I knew that I should probably pace myself. I was really looking forward to a day (or 2) off this past long weekend. I wanted a day to do nothing! Maybe colour, read for pleasure, watch a movie, lounge around in PJs; a relaxing day with no tasks, jobs or obligations.
The universe, via gravity and my incredible clumsiness, made it quite clear that I was burning myself out, even if I was delighted and proud of my productivity. I took a hard fall while running. I was out with the dog, who is an excellent running companion. I took my eyes off of my path, tripped over my own feet, and fell. The right side of my body fell forward and laterally, while my left ankle decided to stay tucked where it was, and rolled.
I knew my legs couldn't get me up or hold my weight and that that was bad. I've gently rolled my ankles before but my recovery tends to be relatively instant: Give the ankle a little shake and keep going. But this time, that wasn't even a close option. So I sat. I sat in that catwalk pathway of our neighbourhood with the dog as she provided emotional support while we waited.
I had just listed to Tim Ferriss' podcast with Aisha Tyler. She described riding her bike to school and one day breaking her arm. Her dad wasn't able to come and get her so she rode her bike home - with a broken arm. Her mentality that no one was coming for her and having to get her self home with no complaints was something I channeled. I waited patiently for the initial trauma to subside, until I felt like I could actually stand and hold my weight up on my own. From there, it was a slow hobble home, with the dog still by my side, being completely patient with me.
It was only then, after sitting at home and reflecting, that I started to cry, and it wasn't from the pain. I was just disappointed. I was mad that I tripped, mad that I fell. Mad that I put myself out of running for a while. I couldn't do anything. There was no one to blame. Just my own clumsiness... and the catalyst of my own body weight subjected to the force of gravity.

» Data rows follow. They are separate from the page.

/// Builds the per-point view of a finished regression run: the truth and the mean prediction
/// (±1 prediction sd) at the smallest, the best and the largest knob value, against one input.
/// With several inputs, `input` names the one on the x axis and the others are averaged over
/// within equal-width bins of it; without `input` a run with several inputs is refused.
/// `train` is replicate 0's training set (inputs and responses), which the caller draws
/// ([`crate::runner::training_set`]).
pub fn point_view(
    plan: &Plan,
    outcome: &Outcome,
    doc: &ResultDoc,
    input: Option<&str>,
    train: (&Array2<f64>, &Array1<f64>),
) -> Result<PointView, Error> {
    if !matches!(plan.source, Source::Synthetic(_)) {
        return Err(Error::Usage(
            "the per-point view needs a synthetic scenario (a known truth f)".into(),
        ));
    }
    if plan.task != crate::family::Task::Regress {
        return Err(Error::Usage(
            "the per-point view needs a regression (mean predictions); this run classifies".into(),
        ));
    }
    if plan.loss.name() != "squared" {
        return Err(Error::Usage(format!(
            "the per-point view shows mean predictions of the squared loss; this run uses the {} loss",
            plan.loss.name()
        )));
    }
    let sum = outcome.summary();
    let names: Vec<String> = doc.scenario.inputs.iter().map(|i| i.name.clone()).collect();
    let col = input_column(&names, input)?;
    let prep = &outcome.prepared;
    let acc = &sum.total;
    let m = acc.shape.points;
    let ex: Vec<f64> = prep.eval_x.column(col).to_vec();
    let grid = &plan.model().grid;
    // The best of the model shown (the first, at the largest size): a study's overall best may
    // be another model's value, and was looked up in this grid (a tree's "best" at depth 5 was
    // the k-NN's k = 5).
    let best_g = super::best_index(sum);
    let mut picks: Vec<(usize, &str)> = vec![(0, "smallest")];
    if best_g != 0 {
        picks.push((best_g, "best"));
    } else {
        picks[0].1 = "smallest, best";
    }
    if grid.len() > 1 && best_g != grid.len() - 1 {
        picks.push((grid.len() - 1, "largest"));
    } else if grid.len() > 1 {
        if let Some(last) = picks.last_mut() {
            last.1 = "best, largest";
        }
    }
    let cell = |g: usize, e: usize| crate::decompose::squared::point(acc, g, e, prep.eval_truth[e]);
    // Group evaluation points: one group per point (sorted by x) for one input, equal-width bins
    // of the chosen input otherwise (equal-count bins when one equal-width bin would hold more
    // than a third of the points).
    let mut order: Vec<usize> = (0..m).filter(|&e| ex[e].is_finite()).collect();
    order.sort_by(|&a, &b| ex[a].total_cmp(&ex[b]));
    let mut levels: Vec<f64> = order.iter().map(|&e| ex[e]).collect();
    levels.dedup();
    let discrete = levels.len() <= DISCRETE_LEVELS;
    let groups: Vec<Vec<usize>> = if discrete {
        // One group per level (the other inputs, if any, averaged over within it).
        levels
            .iter()
            .map(|&l| order.iter().copied().filter(|&e| ex[e] == l).collect())
            .collect()
    } else if names.len() == 1 {
        order.iter().map(|&e| vec![e]).collect()
    } else {
        let bins = (m / 25).clamp(5, 30);
        let (lo, hi) = (
            order.first().map(|&e| ex[e]).unwrap_or(0.0),
            order.last().map(|&e| ex[e]).unwrap_or(1.0),
        );
        let w = if hi > lo {
            (hi - lo) / bins as f64
        } else {
            1.0
        };
        let mut g: Vec<Vec<usize>> = vec![Vec::new(); bins];
        for &e in &order {
            let b = (((ex[e] - lo) / w) as usize).min(bins - 1);
            g[b].push(e);
        }
        // A skewed input (lognormal, exponential) piles most points into the first equal-width
        // bin (93% of them for a lognormal with sdlog 2): then bins of equal counts, in order.
        if g.iter().any(|v| 3 * v.len() > order.len()) {
            let per = order.len().div_ceil(bins).max(1);
            order.chunks(per).map(<[usize]>::to_vec).collect()
        } else {
            g.into_iter().filter(|v| !v.is_empty()).collect()
        }
    };
    let avg = |v: &dyn Fn(usize) -> f64, grp: &[usize]| {
        grp.iter().map(|&e| v(e)).sum::<f64>() / grp.len() as f64
    };
    let x: Vec<f64> = groups.iter().map(|g| avg(&|e| ex[e], g)).collect();
    let truth: Vec<f64> = groups
        .iter()
        .map(|g| avg(&|e| prep.eval_truth[e], g))
        .collect();
    let curves = picks
        .iter()
        .map(|&(g, role)| PointCurve {
            value: grid[g],
            role: role.to_string(),
            mean: groups
                .iter()
                .map(|grp| avg(&|e| cell(g, e).mean_prediction, grp))
                .collect(),
            sd: groups
                .iter()
                .map(|grp| avg(&|e| cell(g, e).variance, grp).sqrt())
                .collect(),
        })
        .collect();
    let (tx, ty) = train;
    // A study says which model and size the picture shows.
    let shown = if plan.models.len() > 1 || plan.sizes.len() > 1 {
        format!(
            "{}, model {} at {} training rows",
            plan.name,
            plan.model().label,
            plan.sizes.last().copied().unwrap_or_default()
        )
    } else {
        plan.name.clone()
    };
    Ok(PointView {
        scenario: shown,
        family: plan.model().family.name().to_string(),
        knob: plan.model().family.knob().to_string(),
        input: names[col].clone(),
        averaged_over: names
            .iter()
            .enumerate()
            .filter(|(i, _)| *i != col)
            .map(|(_, n)| n.clone())
            .collect(),
        x,
        truth,
        curves,
        train_x: tx.column(col).to_vec(),
        train_y: ty.to_vec(),
        discrete,
    })
}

First off, I'm incredibly grateful for the Canadian and Ontario medical system. Within 4 hours I had imaging (no brake or fracture, which put my mind at ease!), and was sent home with a highly fashionable (sarcasm) tensor bandage. By the time we left the hospital I felt like I could actually put weight on it again. I thought, this doc can't be serious about a 2 week recovery period. I can stand and put weight on it and unless something touches my ankle, I feel okay.
|My sad ankle, all wrapped up|
Then the universe chimed in again to hush my ego. I had the worst night of pain. I couldn't walk. I was cursing myself for not getting the crutches. I was so desperate that I took an ibuprofen (shocking for someone who avoids NSAIDs).
It's been a week now and I'm still frustrated that I can't be as active as I would like. What I took from this is that I need to pace myself. It's okay not to work at 100% everyday. I don't need to be busy all the time. I needed to slow down and this was the universe's way of making me do that. The same principles apply to healing.
Healing in all forms takes time. If you try to rush it, you'll get push-back. Do too much and deplete your resources, and you'll have nothing to run on later (pun intended).